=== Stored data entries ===

::::::::

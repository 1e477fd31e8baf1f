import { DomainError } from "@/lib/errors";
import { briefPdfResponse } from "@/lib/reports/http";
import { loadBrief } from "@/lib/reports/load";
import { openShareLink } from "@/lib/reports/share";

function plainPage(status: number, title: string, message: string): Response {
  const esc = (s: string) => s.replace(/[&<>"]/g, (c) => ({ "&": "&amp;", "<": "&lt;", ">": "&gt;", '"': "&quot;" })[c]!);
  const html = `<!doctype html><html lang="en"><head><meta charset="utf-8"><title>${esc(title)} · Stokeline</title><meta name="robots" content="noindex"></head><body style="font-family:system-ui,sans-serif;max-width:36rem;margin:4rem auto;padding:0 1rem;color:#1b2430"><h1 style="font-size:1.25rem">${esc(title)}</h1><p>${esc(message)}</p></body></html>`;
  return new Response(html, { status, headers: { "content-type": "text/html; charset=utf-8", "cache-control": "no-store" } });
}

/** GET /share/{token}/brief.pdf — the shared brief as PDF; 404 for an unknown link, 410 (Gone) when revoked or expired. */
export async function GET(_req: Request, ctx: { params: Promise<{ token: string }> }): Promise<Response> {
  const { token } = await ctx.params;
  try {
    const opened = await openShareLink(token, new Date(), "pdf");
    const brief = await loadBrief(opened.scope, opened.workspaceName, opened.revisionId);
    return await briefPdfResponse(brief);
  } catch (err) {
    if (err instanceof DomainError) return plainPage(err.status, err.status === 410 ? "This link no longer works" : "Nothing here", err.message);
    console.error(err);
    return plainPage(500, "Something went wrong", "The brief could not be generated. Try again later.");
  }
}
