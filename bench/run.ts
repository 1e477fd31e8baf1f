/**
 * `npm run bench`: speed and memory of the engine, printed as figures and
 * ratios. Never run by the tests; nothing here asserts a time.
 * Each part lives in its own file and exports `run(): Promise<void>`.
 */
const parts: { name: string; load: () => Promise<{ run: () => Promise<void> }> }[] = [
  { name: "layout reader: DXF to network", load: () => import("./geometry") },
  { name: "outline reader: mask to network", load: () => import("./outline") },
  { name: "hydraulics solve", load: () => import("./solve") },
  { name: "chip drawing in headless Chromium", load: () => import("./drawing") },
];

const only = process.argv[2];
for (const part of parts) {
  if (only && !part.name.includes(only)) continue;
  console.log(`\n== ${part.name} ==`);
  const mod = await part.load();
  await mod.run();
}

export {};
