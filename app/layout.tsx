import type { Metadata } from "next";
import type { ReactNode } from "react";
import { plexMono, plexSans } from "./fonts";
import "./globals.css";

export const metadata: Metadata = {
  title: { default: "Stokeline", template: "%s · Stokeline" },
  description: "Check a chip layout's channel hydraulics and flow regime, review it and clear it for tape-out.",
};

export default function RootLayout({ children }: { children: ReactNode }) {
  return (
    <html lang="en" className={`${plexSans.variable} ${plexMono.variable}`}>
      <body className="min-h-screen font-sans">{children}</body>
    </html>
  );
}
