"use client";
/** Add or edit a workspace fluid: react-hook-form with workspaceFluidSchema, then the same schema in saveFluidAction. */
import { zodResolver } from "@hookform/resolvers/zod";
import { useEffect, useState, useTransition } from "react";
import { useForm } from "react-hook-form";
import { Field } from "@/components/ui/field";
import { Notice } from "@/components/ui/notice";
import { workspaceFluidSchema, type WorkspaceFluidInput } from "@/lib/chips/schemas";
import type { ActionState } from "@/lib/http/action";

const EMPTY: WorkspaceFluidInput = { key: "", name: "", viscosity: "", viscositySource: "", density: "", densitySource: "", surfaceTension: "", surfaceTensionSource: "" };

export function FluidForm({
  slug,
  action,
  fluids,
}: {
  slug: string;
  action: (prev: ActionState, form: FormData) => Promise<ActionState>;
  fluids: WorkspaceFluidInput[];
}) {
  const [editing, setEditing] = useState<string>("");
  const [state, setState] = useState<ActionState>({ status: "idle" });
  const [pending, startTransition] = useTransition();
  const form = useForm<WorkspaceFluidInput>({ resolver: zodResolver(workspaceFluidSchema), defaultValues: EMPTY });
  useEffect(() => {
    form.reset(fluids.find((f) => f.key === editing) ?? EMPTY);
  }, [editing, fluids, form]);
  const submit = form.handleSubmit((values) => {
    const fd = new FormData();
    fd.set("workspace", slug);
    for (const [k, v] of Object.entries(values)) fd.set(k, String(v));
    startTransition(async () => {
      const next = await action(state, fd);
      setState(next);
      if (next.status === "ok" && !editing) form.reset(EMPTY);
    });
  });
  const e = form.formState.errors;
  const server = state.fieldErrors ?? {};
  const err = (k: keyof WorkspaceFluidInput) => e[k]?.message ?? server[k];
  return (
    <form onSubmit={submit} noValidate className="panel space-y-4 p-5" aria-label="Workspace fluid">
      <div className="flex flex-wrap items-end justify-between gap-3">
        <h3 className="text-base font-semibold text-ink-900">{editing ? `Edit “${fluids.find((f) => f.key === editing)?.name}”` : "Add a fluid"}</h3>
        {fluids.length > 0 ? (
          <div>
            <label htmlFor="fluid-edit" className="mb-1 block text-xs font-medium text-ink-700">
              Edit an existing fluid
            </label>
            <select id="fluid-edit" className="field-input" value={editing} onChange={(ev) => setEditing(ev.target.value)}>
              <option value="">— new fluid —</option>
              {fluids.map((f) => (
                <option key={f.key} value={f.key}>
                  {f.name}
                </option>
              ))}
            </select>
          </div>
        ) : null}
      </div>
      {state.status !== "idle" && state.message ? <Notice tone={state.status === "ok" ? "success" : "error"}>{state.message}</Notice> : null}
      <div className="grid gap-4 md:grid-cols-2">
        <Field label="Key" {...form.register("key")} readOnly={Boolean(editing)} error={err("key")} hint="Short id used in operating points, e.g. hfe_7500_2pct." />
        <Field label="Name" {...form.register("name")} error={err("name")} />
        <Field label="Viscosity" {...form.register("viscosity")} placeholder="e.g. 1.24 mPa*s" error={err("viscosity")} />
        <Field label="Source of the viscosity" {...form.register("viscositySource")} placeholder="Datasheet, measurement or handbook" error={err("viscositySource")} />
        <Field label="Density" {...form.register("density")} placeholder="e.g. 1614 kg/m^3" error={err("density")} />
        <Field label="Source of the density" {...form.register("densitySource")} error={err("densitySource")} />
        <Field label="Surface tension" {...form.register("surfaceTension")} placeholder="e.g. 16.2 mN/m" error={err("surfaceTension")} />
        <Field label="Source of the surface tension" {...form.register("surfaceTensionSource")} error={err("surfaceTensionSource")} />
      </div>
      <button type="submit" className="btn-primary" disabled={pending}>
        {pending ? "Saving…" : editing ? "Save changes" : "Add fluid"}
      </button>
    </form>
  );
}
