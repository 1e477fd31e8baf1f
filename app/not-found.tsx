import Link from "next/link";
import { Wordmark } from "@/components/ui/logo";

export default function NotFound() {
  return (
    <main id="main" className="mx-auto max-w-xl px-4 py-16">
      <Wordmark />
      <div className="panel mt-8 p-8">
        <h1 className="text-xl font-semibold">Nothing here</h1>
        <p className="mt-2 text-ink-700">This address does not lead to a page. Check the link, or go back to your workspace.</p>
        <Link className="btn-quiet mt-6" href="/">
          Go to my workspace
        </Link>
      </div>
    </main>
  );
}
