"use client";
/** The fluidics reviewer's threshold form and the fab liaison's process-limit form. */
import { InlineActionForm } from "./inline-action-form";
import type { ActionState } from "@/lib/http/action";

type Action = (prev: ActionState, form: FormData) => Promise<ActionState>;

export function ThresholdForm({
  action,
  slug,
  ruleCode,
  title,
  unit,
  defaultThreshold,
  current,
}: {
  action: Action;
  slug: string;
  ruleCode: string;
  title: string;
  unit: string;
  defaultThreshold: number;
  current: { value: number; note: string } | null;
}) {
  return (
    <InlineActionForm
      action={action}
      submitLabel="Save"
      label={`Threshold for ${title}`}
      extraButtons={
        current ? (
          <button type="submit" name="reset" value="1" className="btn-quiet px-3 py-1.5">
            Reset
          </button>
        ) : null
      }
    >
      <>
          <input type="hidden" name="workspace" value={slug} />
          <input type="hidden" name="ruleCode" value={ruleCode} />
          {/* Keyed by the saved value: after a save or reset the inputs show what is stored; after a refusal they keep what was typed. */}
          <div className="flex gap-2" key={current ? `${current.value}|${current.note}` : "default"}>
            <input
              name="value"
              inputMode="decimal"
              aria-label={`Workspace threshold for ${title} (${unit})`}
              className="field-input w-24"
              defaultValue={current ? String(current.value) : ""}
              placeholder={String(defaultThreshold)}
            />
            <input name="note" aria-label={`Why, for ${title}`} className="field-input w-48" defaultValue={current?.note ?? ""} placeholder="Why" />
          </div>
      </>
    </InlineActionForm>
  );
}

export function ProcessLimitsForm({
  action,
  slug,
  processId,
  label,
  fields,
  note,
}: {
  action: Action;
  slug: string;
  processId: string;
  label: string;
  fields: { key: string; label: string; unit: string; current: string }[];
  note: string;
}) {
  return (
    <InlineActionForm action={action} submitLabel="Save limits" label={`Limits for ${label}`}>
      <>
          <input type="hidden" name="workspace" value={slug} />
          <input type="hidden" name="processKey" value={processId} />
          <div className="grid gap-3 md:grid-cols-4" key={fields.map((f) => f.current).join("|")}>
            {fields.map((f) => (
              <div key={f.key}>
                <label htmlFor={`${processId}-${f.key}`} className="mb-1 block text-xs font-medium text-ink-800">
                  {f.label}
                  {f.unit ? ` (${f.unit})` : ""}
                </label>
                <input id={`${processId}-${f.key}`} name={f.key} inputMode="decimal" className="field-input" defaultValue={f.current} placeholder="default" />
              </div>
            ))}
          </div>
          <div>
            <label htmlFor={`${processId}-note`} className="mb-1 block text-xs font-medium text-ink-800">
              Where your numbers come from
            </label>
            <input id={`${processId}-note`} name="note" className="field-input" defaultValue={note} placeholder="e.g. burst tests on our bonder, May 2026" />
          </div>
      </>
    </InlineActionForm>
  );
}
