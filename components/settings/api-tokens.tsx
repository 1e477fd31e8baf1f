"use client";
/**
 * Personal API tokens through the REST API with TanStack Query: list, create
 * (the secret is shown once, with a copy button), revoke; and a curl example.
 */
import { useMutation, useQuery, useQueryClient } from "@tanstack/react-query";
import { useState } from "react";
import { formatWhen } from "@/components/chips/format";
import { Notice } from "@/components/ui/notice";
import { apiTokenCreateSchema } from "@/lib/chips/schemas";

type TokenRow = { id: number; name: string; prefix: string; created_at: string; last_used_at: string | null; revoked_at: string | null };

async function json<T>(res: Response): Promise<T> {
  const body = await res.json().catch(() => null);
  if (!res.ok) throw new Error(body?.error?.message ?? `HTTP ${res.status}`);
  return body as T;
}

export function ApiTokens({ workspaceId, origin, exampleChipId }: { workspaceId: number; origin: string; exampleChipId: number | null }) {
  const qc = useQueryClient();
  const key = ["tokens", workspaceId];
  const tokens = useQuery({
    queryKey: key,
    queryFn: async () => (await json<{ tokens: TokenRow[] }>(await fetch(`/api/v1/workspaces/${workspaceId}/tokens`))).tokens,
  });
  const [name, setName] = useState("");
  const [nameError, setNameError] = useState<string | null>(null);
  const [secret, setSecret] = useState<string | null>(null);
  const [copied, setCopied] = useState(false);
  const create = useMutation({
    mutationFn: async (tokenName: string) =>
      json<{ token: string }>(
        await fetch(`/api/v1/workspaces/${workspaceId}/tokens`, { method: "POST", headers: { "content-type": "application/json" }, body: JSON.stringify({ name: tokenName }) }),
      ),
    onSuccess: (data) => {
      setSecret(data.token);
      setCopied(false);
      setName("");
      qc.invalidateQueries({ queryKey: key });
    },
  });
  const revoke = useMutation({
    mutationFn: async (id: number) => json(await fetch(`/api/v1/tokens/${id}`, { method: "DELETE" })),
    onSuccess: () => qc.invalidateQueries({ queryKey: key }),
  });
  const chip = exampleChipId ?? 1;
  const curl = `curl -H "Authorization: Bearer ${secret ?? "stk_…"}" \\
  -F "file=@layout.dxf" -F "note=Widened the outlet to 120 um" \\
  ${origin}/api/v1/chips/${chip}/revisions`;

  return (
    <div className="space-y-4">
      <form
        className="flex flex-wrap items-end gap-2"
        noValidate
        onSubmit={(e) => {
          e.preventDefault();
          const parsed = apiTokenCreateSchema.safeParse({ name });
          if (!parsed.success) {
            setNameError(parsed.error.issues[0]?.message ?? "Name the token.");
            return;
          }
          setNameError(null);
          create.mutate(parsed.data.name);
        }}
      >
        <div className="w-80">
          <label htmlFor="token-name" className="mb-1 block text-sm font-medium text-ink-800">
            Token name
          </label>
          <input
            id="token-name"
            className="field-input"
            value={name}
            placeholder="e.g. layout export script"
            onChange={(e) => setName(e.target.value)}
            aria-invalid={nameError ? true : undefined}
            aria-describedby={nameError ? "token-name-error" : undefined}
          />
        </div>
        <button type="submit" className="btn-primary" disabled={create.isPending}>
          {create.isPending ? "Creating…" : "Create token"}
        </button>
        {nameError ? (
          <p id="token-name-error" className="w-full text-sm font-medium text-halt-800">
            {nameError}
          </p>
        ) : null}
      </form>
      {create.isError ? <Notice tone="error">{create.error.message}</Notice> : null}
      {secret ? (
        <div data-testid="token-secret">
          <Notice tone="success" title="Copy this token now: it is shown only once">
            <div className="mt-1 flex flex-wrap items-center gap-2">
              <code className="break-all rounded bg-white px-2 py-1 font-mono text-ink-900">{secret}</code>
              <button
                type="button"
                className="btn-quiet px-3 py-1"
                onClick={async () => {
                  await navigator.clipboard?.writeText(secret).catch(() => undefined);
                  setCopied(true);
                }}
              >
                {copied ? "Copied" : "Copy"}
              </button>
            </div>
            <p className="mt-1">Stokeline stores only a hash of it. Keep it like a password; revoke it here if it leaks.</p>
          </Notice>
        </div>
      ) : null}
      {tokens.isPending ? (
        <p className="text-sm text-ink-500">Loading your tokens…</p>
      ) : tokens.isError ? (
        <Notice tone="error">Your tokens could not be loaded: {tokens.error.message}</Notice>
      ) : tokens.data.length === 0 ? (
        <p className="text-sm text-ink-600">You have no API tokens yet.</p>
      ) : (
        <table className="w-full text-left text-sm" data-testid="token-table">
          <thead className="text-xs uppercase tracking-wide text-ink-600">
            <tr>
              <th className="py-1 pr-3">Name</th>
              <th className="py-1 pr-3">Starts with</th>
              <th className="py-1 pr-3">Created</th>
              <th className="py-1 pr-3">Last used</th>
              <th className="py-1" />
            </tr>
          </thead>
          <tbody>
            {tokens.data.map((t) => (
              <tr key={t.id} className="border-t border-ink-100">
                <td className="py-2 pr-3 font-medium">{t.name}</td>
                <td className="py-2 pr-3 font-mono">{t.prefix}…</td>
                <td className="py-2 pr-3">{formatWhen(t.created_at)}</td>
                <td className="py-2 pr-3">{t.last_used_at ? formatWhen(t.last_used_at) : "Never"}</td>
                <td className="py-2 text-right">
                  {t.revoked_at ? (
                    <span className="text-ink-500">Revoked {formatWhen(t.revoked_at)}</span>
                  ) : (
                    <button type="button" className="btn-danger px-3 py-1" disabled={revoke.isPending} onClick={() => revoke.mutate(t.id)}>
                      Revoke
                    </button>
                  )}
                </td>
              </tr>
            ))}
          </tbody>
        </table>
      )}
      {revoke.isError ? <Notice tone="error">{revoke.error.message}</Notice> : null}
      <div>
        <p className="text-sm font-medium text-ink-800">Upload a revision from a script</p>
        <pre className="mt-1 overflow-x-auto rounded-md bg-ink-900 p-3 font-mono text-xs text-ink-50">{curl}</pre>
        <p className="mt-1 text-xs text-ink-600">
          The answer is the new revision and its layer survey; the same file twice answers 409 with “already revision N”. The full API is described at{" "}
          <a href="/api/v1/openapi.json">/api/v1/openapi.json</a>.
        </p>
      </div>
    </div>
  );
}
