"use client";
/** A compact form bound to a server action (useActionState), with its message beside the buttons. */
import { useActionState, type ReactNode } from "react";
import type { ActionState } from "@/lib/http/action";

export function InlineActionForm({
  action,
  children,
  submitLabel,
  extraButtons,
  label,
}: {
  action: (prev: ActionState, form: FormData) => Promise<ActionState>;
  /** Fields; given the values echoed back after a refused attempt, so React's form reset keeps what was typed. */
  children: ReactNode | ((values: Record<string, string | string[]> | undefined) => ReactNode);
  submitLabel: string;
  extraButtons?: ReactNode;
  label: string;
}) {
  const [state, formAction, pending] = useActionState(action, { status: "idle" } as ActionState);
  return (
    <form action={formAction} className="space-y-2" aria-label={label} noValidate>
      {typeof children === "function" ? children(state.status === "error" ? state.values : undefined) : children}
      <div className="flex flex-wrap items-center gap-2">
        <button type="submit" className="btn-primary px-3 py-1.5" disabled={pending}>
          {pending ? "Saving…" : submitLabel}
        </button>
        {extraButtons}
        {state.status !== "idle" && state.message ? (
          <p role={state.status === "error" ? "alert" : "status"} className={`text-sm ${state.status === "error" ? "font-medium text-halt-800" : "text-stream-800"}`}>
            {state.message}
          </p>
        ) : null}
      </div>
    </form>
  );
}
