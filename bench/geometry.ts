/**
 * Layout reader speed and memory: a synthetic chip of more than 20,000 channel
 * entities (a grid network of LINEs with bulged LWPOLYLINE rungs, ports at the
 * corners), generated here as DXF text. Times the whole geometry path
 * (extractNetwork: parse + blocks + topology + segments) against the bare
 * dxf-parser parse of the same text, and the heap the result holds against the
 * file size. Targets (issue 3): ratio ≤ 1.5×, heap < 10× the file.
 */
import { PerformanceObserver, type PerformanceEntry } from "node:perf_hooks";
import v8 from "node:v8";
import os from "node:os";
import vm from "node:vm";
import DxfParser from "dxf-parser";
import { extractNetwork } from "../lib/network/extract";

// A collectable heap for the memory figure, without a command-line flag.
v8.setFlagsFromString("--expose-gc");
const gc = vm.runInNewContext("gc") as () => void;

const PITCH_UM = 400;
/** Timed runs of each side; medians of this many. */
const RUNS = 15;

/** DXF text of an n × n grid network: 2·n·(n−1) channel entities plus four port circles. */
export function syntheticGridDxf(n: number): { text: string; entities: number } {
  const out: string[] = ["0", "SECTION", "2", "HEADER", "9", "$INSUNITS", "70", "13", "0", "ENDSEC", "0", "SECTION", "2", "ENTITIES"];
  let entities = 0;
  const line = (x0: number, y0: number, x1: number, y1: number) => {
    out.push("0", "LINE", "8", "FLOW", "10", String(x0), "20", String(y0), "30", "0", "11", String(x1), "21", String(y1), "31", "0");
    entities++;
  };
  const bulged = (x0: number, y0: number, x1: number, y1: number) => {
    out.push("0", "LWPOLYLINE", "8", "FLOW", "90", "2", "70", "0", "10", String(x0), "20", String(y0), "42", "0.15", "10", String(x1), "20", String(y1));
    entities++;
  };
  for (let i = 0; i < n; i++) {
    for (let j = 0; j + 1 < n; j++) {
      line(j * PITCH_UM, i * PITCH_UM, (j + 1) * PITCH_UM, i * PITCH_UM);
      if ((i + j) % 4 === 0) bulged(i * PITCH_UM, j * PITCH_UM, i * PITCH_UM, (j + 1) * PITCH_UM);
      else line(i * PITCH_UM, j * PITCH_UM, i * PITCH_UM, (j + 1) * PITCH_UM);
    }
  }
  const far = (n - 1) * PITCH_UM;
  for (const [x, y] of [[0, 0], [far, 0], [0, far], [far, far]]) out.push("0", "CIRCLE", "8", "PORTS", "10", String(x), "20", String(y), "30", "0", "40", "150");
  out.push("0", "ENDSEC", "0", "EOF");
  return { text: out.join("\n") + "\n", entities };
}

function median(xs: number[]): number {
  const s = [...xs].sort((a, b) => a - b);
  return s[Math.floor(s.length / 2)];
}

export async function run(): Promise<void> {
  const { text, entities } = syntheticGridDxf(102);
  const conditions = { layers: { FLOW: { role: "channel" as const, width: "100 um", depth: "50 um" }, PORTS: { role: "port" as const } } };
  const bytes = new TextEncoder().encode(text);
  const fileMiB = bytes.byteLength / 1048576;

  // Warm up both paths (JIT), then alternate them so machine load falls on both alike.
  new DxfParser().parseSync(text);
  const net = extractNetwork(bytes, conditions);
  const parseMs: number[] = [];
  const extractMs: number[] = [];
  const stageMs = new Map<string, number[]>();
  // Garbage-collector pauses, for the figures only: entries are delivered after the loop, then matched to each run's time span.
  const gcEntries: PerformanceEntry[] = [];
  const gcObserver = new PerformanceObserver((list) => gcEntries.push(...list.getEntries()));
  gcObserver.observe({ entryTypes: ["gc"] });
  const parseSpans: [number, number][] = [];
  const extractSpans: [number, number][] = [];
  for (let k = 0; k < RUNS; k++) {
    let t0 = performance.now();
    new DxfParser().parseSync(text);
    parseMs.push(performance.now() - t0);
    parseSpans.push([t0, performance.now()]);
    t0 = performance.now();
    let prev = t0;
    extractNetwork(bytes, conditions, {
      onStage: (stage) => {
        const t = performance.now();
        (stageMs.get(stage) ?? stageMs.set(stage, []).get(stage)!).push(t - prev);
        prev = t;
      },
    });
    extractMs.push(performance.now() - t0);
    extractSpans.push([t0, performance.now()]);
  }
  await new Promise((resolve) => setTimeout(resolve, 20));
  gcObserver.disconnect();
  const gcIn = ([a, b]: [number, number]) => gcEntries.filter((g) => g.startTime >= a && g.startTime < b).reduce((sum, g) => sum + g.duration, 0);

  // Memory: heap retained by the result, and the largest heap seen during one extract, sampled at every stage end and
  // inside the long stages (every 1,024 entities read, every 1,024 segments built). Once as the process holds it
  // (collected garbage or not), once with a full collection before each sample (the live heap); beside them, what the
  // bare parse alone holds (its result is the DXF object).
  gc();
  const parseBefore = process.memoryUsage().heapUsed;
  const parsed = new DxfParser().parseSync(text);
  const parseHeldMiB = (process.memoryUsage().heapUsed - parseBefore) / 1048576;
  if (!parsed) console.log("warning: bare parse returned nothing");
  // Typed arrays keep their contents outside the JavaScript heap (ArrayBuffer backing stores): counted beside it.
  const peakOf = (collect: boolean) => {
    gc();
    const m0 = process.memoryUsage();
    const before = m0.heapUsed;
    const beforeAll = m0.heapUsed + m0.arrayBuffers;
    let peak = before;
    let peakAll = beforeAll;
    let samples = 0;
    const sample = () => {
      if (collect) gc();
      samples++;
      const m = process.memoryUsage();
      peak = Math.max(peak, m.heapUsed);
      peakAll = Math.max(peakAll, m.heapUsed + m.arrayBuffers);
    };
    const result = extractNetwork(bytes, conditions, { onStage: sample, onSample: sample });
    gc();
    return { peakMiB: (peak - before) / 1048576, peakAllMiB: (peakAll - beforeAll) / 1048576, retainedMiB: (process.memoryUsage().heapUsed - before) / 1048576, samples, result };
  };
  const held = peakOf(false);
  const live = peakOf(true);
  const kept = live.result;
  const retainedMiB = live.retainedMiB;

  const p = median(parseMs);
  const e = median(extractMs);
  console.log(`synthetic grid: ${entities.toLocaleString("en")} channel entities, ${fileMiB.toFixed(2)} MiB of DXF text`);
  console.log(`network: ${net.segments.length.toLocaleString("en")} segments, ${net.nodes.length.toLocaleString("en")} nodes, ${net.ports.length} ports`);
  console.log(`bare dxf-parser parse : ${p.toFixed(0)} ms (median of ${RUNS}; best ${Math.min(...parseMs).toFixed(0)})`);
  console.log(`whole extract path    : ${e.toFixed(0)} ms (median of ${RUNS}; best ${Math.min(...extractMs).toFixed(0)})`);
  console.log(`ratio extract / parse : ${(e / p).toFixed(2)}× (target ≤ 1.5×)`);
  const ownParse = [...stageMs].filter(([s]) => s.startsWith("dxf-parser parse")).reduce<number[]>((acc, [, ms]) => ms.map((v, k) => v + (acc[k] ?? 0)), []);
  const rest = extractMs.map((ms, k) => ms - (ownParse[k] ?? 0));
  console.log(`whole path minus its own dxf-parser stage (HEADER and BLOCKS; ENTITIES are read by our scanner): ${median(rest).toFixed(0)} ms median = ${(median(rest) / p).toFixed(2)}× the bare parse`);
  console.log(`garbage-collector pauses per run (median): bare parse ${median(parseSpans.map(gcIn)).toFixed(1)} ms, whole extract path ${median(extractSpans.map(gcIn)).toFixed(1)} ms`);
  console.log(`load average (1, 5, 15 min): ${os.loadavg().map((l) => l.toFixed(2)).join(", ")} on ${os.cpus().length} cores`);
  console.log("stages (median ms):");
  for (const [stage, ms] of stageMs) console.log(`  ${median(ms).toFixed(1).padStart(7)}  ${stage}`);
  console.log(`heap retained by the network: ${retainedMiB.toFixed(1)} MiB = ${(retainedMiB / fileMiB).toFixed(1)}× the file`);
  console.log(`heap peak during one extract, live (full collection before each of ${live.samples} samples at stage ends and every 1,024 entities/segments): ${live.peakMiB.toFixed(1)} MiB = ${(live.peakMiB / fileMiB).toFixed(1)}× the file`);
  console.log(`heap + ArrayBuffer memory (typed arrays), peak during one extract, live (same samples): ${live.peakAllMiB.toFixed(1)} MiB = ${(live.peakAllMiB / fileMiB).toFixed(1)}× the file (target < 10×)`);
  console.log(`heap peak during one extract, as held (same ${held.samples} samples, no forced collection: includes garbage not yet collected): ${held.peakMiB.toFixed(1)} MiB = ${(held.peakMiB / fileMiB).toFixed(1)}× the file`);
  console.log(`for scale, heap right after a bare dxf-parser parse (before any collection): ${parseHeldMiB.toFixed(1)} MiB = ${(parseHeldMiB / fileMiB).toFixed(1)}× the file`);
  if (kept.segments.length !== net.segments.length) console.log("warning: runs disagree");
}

::::::::

=== About this exercise ===
Scan the lines above for "const gcEntries: PerformanceEntry[] = [];" and for "const gcIn = ([a, b]: [number, number])". Repeat exactly the line holding each of them and every line in between.

=== Answer area ===
  const gcEntries: PerformanceEntry[] = [];
  const gcObserver = new PerformanceObserver((list) => gcEntries.push(...list.getEntries()));
  gcObserver.observe({ entryTypes: ["gc"] });
  const parseSpans: [number, number][] = [];
  const extractSpans: [number, number][] = [];
  for (let k = 0; k < RUNS; k++) {
    let t0 = performance.now();
    new DxfParser().parseSync(text);
    parseMs.push(performance.now() - t0);
    parseSpans.push([t0, performance.now()]);
    t0 = performance.now();
    let prev = t0;
    extractNetwork(bytes, conditions, {
      onStage: (stage) => {
        const t = performance.now();
        (stageMs.get(stage) ?? stageMs.set(stage, []).get(stage)!).push(t - prev);
        prev = t;
      },
    });
    extractMs.push(performance.now() - t0);
    extractSpans.push([t0, performance.now()]);
  }
  await new Promise((resolve) => setTimeout(resolve, 20));
  gcObserver.disconnect();
  const gcIn = ([a, b]: [number, number]) => gcEntries.filter((g) => g.startTime >= a && g.startTime < b).reduce((sum, g) => sum + g.duration, 0);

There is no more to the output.